Strong-to-Weak SSB in Quantum Systems

• SW-SSB is defined as the transition from strong symmetry in each pure state to weak symmetry preserved only in the ensemble, revealed through nonlinear diagnostics.
• Key methodologies involve using Rényi-2 and fidelity correlators to detect persistent hidden order in open quantum systems where standard correlations vanish.
• Measurement and postselection enable controlled phase transitions between SW-SSB and fully symmetric phases, offering a robust framework to classify quantum phases.

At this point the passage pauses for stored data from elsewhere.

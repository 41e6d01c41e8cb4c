"""Liveness and readiness."""

from __future__ import annotations

from fastapi import APIRouter, Request
from fastapi.responses import JSONResponse
from sqlalchemy import Engine

from service.problems import PROBLEM_JSON, problem_body
from service.readiness import not_ready_reason

router = APIRouter(tags=["health"])

# Carries Settings.run_token: how `stockrelay run` tells its own API from another server.
RUN_HEADER = "Stockrelay-Run"


@router.get("/healthz")
def healthz() -> dict[str, str]:
    """The process is alive."""
    return {"status": "ok"}


@router.get("/readyz", responses={503: {"description": "Database unreachable or not migrated"}})
def readyz(request: Request) -> JSONResponse:
    """The database answers and is at the schema revision this code needs."""
    engine: Engine = request.app.state.engine
    token = request.app.state.settings.run_token
    ours = {RUN_HEADER: token} if token else {}
    detail = not_ready_reason(engine)
    if detail is not None:
        body = problem_body(request, 503, "not-ready", "Not ready", detail)
        headers = {"Retry-After": "5", **ours}
        return JSONResponse(body, 503, media_type=PROBLEM_JSON, headers=headers)
    return JSONResponse({"status": "ready"}, headers=ours)
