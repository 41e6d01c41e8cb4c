"""HTTP routers."""
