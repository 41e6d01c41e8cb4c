"""Simulations and what-if comparisons: evidence for the optimal policy on simulated days beside
simple rules, and what a change to the network would be worth before it is made. Simulations
are queued for the workers; a what-if comparison of small networks is answered at once, of
larger ones queued.

Scope: a read key may start them, since they change no stored network or policy; they cost
solver time instead, so a tenant has at most `analysis_max_live_jobs` of them queued or running
at once (429 beyond), besides the per-key request rate."""

from __future__ import annotations

from typing import Any

from fastapi import APIRouter, Response, status
from fastapi.encoders import jsonable_encoder
from fastapi.responses import JSONResponse
from sqlalchemy.orm import Session

from service.analysis import apply_overrides, check_simulation, new_seed, run_what_if
from service.api.deps import JobId, NetworkId, Reader, SessionDep, SettingsDep, get_network
from service.db.jobs import analysis_job, enqueue_analysis, live_analysis_jobs
from service.db.networks import latest_version
from service.db.tables import Network, NetworkVersion, SolveJob
from service.modes import resolve_method
from service.problems import NotFound, RateLimited
from service.schemas import (
    SimulationJobOut,
    SimulationReportOut,
    SimulationRequest,
    WhatIfJobOut,
    WhatIfOut,
    WhatIfRequest,
    WhatIfResultOut,
)
from service.settings import Settings
from service.vocabulary import JobKind
from solver import NetworkSpec
from solver.build import check_size

router = APIRouter(prefix="/v1/networks/{network_id}", tags=["analysis"])


def _current(session: Session, network: Network) -> tuple[NetworkVersion, NetworkSpec]:
    version = latest_version(session, network.id)
    assert version is not None, "a network always has a version"
    return version, NetworkSpec.model_validate_json(version.spec_json)


def _job_fields(network_id: int, version: NetworkVersion, job: SolveJob) -> dict[str, Any]:
    return {
        "id": job.id,
        "network_id": network_id,
        "version": version.number,
        "state": job.state,
        "criterion": job.criterion,
        "attempts": job.attempts,
        "created_at": job.created_at,
        "started_at": job.started_at,
        "finished_at": job.finished_at,
        "seconds": job.solve_seconds,
        "error": job.error,
    }


# A simulation or a queued comparison takes seconds to minutes: a client refused for the cap
# should not come back at once.
_ANALYSIS_RETRY_SECONDS = "10"


def _check_analysis_cap(session: Session, tenant_id: int, settings: Settings) -> None:
    live = live_analysis_jobs(session, tenant_id)
    if live >= settings.analysis_max_live_jobs:
        raise RateLimited(
            f"{live} simulations or what-if comparisons of this tenant are queued or running "
            f"(at most {settings.analysis_max_live_jobs}); start another when one has finished",
            retry_after=_ANALYSIS_RETRY_SECONDS,
        )


def _find(
    session: Session, tenant_id: int, network_id: int, kind: JobKind, job_id: int
) -> tuple[SolveJob, NetworkVersion]:
    network = get_network(session, tenant_id, network_id, archived_ok=True)
    found = analysis_job(session, tenant_id, network.id, kind, job_id)
    if found is None:
        what = "simulation" if kind is JobKind.SIMULATE else "what-if comparison"
        raise NotFound(f"no {what} {job_id} of network {network_id}")
    return found


# -- simulations -------------------------------------------------------------------------------


def _simulation_out(network_id: int, version: NetworkVersion, job: SolveJob) -> SimulationJobOut:
    assert job.params is not None
    return SimulationJobOut(
        **_job_fields(network_id, version, job),
        request=SimulationRequest.model_validate_json(job.params),
        report=None if job.result is None else SimulationReportOut.model_validate_json(job.result),
    )


@router.post("/simulations", status_code=status.HTTP_202_ACCEPTED, response_model=SimulationJobOut)
def start_simulation(
    network_id: NetworkId,
    body: SimulationRequest,
    session: SessionDep,
    caller: Reader,
    settings: SettingsDep,
    response: Response,
) -> SimulationJobOut:
    """Queue a simulation of the current version: its optimal policy, moving nothing, and
    balancing days of cover, on the same simulated days (a priced network: its priced plan and
    moving nothing). The answer names the seed; the same
    seed gives the same report. 422 when the start stock does not fit the network or the
    simulation is longer than the limit allows."""
    network = get_network(session, caller.tenant_id, network_id)
    version, spec = _current(session, network)
    check_simulation(
        spec,
        body,
        limits=settings.size_limits,
        max_replication_days=settings.simulation_max_replication_days,
        method=version.method,
    )
    _check_analysis_cap(session, caller.tenant_id, settings)
    params = body.model_copy(update={"seed": new_seed() if body.seed is None else body.seed})
    job = enqueue_analysis(
        session,
        caller.tenant_id,
        version,
        JobKind.SIMULATE,
        body.criterion,
        params.model_dump_json(by_alias=True),
    )
    response.headers["Location"] = f"/v1/networks/{network.id}/simulations/{job.id}"
    return _simulation_out(network.id, version, job)


@router.get("/simulations/{job_id}", response_model=SimulationJobOut)
def get_simulation(
    network_id: NetworkId, job_id: JobId, session: SessionDep, caller: Reader
) -> SimulationJobOut:
    """The simulation's state, and its report once done."""
    job, version = _find(session, caller.tenant_id, network_id, JobKind.SIMULATE, job_id)
    return _simulation_out(network_id, version, job)


# -- what-if comparisons -----------------------------------------------------------------------


def _what_if_out(network_id: int, version: NetworkVersion, job: SolveJob) -> WhatIfJobOut:
    return WhatIfJobOut(
        **_job_fields(network_id, version, job),
        result=None if job.result is None else WhatIfResultOut.model_validate_json(job.result),
    )


@router.post(
    "/what-if",
    response_model=WhatIfOut,
    responses={
        status.HTTP_202_ACCEPTED: {
            "model": WhatIfJobOut,
            "description": "Queued: the networks are too large to answer at once; the "
            "Location header names the job.",
        }
    },
)
def what_if(
    network_id: NetworkId,
    body: WhatIfRequest,
    session: SessionDep,
    caller: Reader,
    settings: SettingsDep,
) -> WhatIfOut | JSONResponse:
    """Solve the current version and the version the overrides would make, and compare their
    optimal values and moves. Answered at once when both networks are small and exact, else
    queued (202 with the job); priced networks compare upper bounds. 422 naming unknown
    locations and lanes, every problem of the changed network, and the sizes of one over the
    solver's limits."""
    network = get_network(session, caller.tenant_id, network_id)
    version, spec = _current(session, network)
    changed = apply_overrides(spec, body.overrides)
    limits = settings.size_limits
    methods = {resolve_method(candidate, network.mode, limits) for candidate in (spec, changed)}
    # Priced networks are large, or asked for: their comparisons always go to a worker.
    if methods == {"exact"} and (
        max(check_size(candidate, limits)[0] for candidate in (spec, changed))
        <= settings.what_if_sync_max_states
    ):
        result = run_what_if(
            spec, body.overrides, criterion=body.criterion, limits=limits, mode=network.mode
        )
        return WhatIfOut(network_id=network.id, version=version.number, **result)
    _check_analysis_cap(session, caller.tenant_id, settings)
    # exclude_unset: an absent max_units_per_night keeps the limit, a null one lifts it.
    job = enqueue_analysis(
        session,
        caller.tenant_id,
        version,
        JobKind.WHAT_IF,
        body.criterion,
        body.model_dump_json(by_alias=True, exclude_unset=True),
    )
    return JSONResponse(
        jsonable_encoder(_what_if_out(network.id, version, job)),
        status_code=status.HTTP_202_ACCEPTED,
        headers={"Location": f"/v1/networks/{network.id}/what-if/{job.id}"},
    )


@router.get("/what-if/{job_id}", response_model=WhatIfJobOut)
def get_what_if(
    network_id: NetworkId, job_id: JobId, session: SessionDep, caller: Reader
) -> WhatIfJobOut:
    """A queued what-if comparison's state, and its result once done."""
    job, version = _find(session, caller.tenant_id, network_id, JobKind.WHAT_IF, job_id)
    return _what_if_out(network_id, version, job)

Strong-to-Weak Spontaneous Symmetry Breaking (SW-SSB) refers to a distinctive symmetry-breaking phenomenon in quantum many-body systems—particularly in mixed (open or decohered) states—where a "strong" symmetry, realized at the level of each pure state in an ensemble, breaks down to a "weak" symmetry that is preserved only in the ensemble-average sense. Unlike traditional spontaneous symmetry breaking (SSB) in pure states, SW-SSB reveals "hidden" order detectable only by nonlinear observables—such as fidelity or Rényi correlators—while linear (ordinary) two-point correlation functions vanish at large distances. SW-SSB has emerged as a universal organizing principle for classifying nontrivial quantum phases in open quantum systems and is robust in a variety of contexts, including steady states of noisy quantum circuits, dissipative condensates, quantum critical chains under decoherence, and topologically ordered states under disorder.

1. Fundamental Principles and Diagnostics

SW-SSB distinguishes between two symmetry realizations in quantum mixed states:

• Strong symmetry: A density matrix $\rho$ is strongly symmetric if $U_g \rho = e^{i\theta_g} \rho$ for all $g \in G$. Every pure state in the decomposition of $\rho$ shares the same symmetry charge.
• Weak symmetry: $\rho$ is weakly symmetric if $U_g \rho U_g^\dagger = \rho$; only the ensemble, not each component, is symmetric.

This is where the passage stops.